What follows is data; output all of it exactly as given.

(Records from a data source)
○ ○ ○
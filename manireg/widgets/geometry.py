"""GeometryPanel: intrinsic dimension, charts, reach and a 2-D view of a point cloud.

Controls -> core call -> result -> figure function:

* dimension controls -> :func:`manireg.geometry.dimension.estimate_dimension` -> ``DimensionReport``
  -> :func:`manireg.plots.dimension.plot_dimension_profile`;
* chart controls -> :class:`manireg.geometry.charts.ChartAtlas`, :func:`~manireg.geometry.reach.estimate_reach`,
  :func:`~manireg.geometry.charts.chart_counts` -> :func:`manireg.plots.charts.plot_spectra`,
  :func:`~manireg.plots.charts.plot_chart_counts`, :func:`~manireg.plots.charts.plot_reach`;
* the "2-D view" button -> :func:`manireg.geometry.embedding.embed_2d` (UMAP, the slow step, only on the
  button) -> :func:`manireg.plots.charts.plot_embedding` coloured by chart, local dimension or target.
"""

from __future__ import annotations

import html
from dataclasses import dataclass, field

import ipywidgets as widgets
import numpy as np
import traitlets

from .._results import ResultMixin
from ._base import Panel, fmt, fmt_interval, table_html
from ._look import caption_html, style_button, title_html

__all__ = ["GeometryPanel", "GeometryResults"]

_STEPS = 4  # steps of the geometry read-out: dimension, charts, reach, N(r)


def _quiet_call(func, *args, **kwargs):
    """``func(*args, **kwargs)`` with third-party prints (UMAP's and TensorFlow's import notes) swallowed."""
    import contextlib
    import io

    with contextlib.redirect_stdout(io.StringIO()), contextlib.redirect_stderr(io.StringIO()):
        return func(*args, **kwargs)

_ESTIMATORS = (("maximum likelihood (Levina-Bickel)", "mle"), ("two nearest neighbours (TwoNN)", "twonn"),
               ("local PCA", "lpca"), ("correlation dimension", "corr"))
#: Plain names of the estimators, for tables and rule texts.
ESTIMATOR_NAMES = {"mle": "maximum likelihood", "twonn": "two nearest neighbours", "lpca": "local PCA",
                   "corr": "correlation dimension"}


def _plain(text) -> str:
    """A core text with estimator code names replaced by plain names."""
    import re

    return re.sub(r"\b(mle|twonn|lpca|corr)\b", lambda m: ESTIMATOR_NAMES[m.group(1)], str(text))


@dataclass
class GeometryResults(ResultMixin):
    """Current results of a :class:`GeometryPanel` (None where not computed yet)."""

    dimension: float | None
    chart_dimension: int | None
    report: object = field(default=None, repr=False)
    atlas: object = field(default=None, repr=False)
    reach: object = field(default=None, repr=False)
    chart_counts: object = field(default=None, repr=False)
    embedding: object = field(default=None, repr=False)
    settings: dict = field(default_factory=dict)
    _skip_in_dict = ("embedding",)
○ ○ ○
**RESULT OF THE EXERCISE**.
filename manireg/widgets/geometry.py
"""GeometryPanel: intrinsic dimension, charts, reach and a 2-D view of a point cloud.

Controls -> core call -> result -> figure function:

* dimension controls -> :func:`manireg.geometry.dimension.estimate_dimension` -> ``DimensionReport``
  -> :func:`manireg.plots.dimension.plot_dimension_profile`;
* chart controls -> :class:`manireg.geometry.charts.ChartAtlas`, :func:`~manireg.geometry.reach.estimate_reach`,
  :func:`~manireg.geometry.charts.chart_counts` -> :func:`manireg.plots.charts.plot_spectra`,
  :func:`~manireg.plots.charts.plot_chart_counts`, :func:`~manireg.plots.charts.plot_reach`;
* the "2-D view" button -> :func:`manireg.geometry.embedding.embed_2d` (UMAP, the slow step, only on the
  button) -> :func:`manireg.plots.charts.plot_embedding` coloured by chart, local dimension or target.
"""

from __future__ import annotations

import html
from dataclasses import dataclass, field

import ipywidgets as widgets
import numpy as np
import traitlets

from .._results import ResultMixin
from ._base import Panel, fmt, fmt_interval, table_html
from ._look import caption_html, style_button, title_html

__all__ = ["GeometryPanel", "GeometryResults"]

_STEPS = 4  # steps of the geometry read-out: dimension, charts, reach, N(r)


def _quiet_call(func, *args, **kwargs):
    """``func(*args, **kwargs)`` with third-party prints (UMAP's and TensorFlow's import notes) swallowed."""
    import contextlib
    import io

    with contextlib.redirect_stdout(io.StringIO()), contextlib.redirect_stderr(io.StringIO()):
        return func(*args, **kwargs)

_ESTIMATORS = (("maximum likelihood (Levina-Bickel)", "mle"), ("two nearest neighbours (TwoNN)", "twonn"),
               ("local PCA", "lpca"), ("correlation dimension", "corr"))
#: Plain names of the estimators, for tables and rule texts.
ESTIMATOR_NAMES = {"mle": "maximum likelihood", "twonn": "two nearest neighbours", "lpca": "local PCA",
                   "corr": "correlation dimension"}


def _plain(text) -> str:
    """A core text with estimator code names replaced by plain names."""
    import re

    return re.sub(r"\b(mle|twonn|lpca|corr)\b", lambda m: ESTIMATOR_NAMES[m.group(1)], str(text))


@dataclass
class GeometryResults(ResultMixin):
    """Current results of a :class:`GeometryPanel` (None where not computed yet)."""

    dimension: float | None
    chart_dimension: int | None
    report: object = field(default=None, repr=False)
    atlas: object = field(default=None, repr=False)
    reach: object = field(default=None, repr=False)
    chart_counts: object = field(default=None, repr=False)
    embedding: object = field(default=None, repr=False)
    settings: dict = field(default_factory=dict)
    _skip_in_dict = ("embedding",)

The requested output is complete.